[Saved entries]
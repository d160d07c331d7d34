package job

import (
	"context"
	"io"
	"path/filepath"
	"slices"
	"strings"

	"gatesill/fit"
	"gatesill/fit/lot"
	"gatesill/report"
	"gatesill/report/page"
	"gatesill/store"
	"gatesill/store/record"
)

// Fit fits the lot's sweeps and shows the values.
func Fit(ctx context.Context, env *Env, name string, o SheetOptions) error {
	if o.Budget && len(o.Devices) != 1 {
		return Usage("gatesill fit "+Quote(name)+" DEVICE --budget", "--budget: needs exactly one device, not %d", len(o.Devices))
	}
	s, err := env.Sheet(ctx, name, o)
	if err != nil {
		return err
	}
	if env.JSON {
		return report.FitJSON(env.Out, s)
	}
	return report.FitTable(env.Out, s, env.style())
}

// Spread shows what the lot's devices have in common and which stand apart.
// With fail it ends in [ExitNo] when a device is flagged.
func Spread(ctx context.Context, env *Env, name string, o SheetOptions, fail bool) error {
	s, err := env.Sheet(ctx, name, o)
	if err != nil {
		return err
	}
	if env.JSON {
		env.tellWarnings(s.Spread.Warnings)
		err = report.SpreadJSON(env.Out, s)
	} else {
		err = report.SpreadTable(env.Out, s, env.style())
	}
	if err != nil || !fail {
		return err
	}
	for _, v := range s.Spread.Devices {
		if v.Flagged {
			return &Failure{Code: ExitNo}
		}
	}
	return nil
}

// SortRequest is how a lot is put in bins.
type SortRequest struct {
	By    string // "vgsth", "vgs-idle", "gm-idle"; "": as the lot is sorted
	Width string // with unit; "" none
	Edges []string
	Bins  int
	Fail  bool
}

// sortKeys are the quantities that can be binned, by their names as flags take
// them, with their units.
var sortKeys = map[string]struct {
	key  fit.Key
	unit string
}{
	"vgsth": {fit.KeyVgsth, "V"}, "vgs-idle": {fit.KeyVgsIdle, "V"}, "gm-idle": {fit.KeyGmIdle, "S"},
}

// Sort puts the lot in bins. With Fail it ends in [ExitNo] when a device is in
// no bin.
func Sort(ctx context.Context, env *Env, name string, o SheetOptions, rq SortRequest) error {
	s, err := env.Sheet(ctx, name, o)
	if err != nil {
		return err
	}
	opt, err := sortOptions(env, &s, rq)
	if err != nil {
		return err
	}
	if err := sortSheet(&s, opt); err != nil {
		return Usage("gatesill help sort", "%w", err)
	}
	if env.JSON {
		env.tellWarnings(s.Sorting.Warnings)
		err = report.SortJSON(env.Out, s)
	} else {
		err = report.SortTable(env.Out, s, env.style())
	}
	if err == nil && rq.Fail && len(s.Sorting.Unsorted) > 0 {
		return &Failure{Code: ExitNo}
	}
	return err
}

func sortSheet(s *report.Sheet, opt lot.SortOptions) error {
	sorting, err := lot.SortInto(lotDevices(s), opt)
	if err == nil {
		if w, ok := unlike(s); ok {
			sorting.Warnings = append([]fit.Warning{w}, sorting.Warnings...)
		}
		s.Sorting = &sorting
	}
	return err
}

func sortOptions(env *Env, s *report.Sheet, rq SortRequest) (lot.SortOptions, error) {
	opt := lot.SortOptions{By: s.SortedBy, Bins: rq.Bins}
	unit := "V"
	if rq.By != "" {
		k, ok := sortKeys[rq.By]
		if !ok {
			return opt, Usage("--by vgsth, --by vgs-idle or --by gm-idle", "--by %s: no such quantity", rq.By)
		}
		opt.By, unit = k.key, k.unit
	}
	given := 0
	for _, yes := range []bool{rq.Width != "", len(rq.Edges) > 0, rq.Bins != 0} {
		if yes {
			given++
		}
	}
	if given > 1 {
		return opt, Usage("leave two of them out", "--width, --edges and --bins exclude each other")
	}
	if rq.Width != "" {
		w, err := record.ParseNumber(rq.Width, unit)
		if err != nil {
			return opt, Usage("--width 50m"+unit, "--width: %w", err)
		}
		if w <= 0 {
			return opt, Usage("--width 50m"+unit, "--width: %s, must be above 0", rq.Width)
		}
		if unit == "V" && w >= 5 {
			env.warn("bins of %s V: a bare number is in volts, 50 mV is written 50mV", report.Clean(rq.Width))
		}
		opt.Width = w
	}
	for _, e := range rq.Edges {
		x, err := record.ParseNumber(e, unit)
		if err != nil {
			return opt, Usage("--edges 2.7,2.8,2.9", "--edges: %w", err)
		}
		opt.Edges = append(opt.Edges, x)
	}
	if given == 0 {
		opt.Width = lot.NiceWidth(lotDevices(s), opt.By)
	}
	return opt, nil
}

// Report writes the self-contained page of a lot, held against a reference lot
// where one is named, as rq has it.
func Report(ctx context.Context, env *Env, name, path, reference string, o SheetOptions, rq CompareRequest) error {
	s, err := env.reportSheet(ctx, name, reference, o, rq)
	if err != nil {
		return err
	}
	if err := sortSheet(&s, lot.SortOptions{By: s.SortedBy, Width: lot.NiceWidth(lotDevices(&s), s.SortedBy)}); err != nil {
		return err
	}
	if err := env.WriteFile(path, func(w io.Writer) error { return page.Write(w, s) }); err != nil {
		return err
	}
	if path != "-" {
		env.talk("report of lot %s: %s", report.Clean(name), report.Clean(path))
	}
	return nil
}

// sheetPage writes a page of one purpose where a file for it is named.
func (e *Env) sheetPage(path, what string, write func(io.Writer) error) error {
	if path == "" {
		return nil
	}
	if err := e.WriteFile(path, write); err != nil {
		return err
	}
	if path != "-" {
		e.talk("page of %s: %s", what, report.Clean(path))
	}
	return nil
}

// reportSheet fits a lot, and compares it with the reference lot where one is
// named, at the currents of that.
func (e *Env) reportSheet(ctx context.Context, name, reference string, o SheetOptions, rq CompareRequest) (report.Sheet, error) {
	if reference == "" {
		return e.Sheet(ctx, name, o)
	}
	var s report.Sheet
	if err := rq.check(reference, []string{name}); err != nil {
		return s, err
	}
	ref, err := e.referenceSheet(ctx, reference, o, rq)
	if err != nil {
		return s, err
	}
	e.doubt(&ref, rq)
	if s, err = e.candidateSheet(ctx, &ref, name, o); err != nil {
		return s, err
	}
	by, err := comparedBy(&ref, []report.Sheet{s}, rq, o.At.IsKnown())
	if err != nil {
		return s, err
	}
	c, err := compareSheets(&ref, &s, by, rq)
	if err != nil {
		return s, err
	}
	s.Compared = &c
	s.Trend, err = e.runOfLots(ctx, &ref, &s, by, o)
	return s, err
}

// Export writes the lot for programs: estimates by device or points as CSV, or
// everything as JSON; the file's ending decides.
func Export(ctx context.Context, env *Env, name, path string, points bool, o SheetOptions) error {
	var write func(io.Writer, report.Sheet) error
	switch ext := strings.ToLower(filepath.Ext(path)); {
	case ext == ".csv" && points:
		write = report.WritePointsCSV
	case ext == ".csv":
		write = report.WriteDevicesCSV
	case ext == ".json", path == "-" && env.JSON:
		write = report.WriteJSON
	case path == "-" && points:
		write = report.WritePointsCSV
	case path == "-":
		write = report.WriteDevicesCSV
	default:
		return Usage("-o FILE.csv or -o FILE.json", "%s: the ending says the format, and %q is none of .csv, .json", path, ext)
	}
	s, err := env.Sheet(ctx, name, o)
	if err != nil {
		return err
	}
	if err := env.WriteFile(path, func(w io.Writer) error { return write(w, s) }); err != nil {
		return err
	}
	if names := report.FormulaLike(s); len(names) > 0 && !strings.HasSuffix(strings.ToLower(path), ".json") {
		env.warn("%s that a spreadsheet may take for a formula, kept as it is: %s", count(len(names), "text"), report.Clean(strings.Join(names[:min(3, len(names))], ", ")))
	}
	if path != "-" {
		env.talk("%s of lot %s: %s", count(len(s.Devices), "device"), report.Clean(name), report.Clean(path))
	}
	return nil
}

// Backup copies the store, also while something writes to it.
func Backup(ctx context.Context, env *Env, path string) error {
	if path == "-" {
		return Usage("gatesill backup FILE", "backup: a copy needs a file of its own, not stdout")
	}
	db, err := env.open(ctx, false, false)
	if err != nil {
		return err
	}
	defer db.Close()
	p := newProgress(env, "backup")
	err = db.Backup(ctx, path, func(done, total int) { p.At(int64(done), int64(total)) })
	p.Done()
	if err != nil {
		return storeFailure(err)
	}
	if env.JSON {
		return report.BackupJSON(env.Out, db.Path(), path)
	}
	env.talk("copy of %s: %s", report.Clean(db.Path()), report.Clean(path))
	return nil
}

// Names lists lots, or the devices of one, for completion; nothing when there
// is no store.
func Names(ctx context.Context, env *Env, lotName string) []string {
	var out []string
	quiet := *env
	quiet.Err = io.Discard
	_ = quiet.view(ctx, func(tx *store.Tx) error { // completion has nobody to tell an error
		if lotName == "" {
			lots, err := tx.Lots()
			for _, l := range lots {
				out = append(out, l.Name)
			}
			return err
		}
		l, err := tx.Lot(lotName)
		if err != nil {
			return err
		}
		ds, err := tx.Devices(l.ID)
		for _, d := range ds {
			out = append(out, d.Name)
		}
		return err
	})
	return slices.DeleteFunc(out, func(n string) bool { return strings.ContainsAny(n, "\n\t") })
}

§ **YOUR INSTRUCTIONS**
Copy the lines above exactly. Start with the line containing "return report.FitJSON(env.Out, s)", end with the line containing "device is flagged.", and include both.

§ **YOUR RESPONSE**
		return report.FitJSON(env.Out, s)
	}
	return report.FitTable(env.Out, s, env.style())
}

// Spread shows what the lot's devices have in common and which stand apart.
// With fail it ends in [ExitNo] when a device is flagged.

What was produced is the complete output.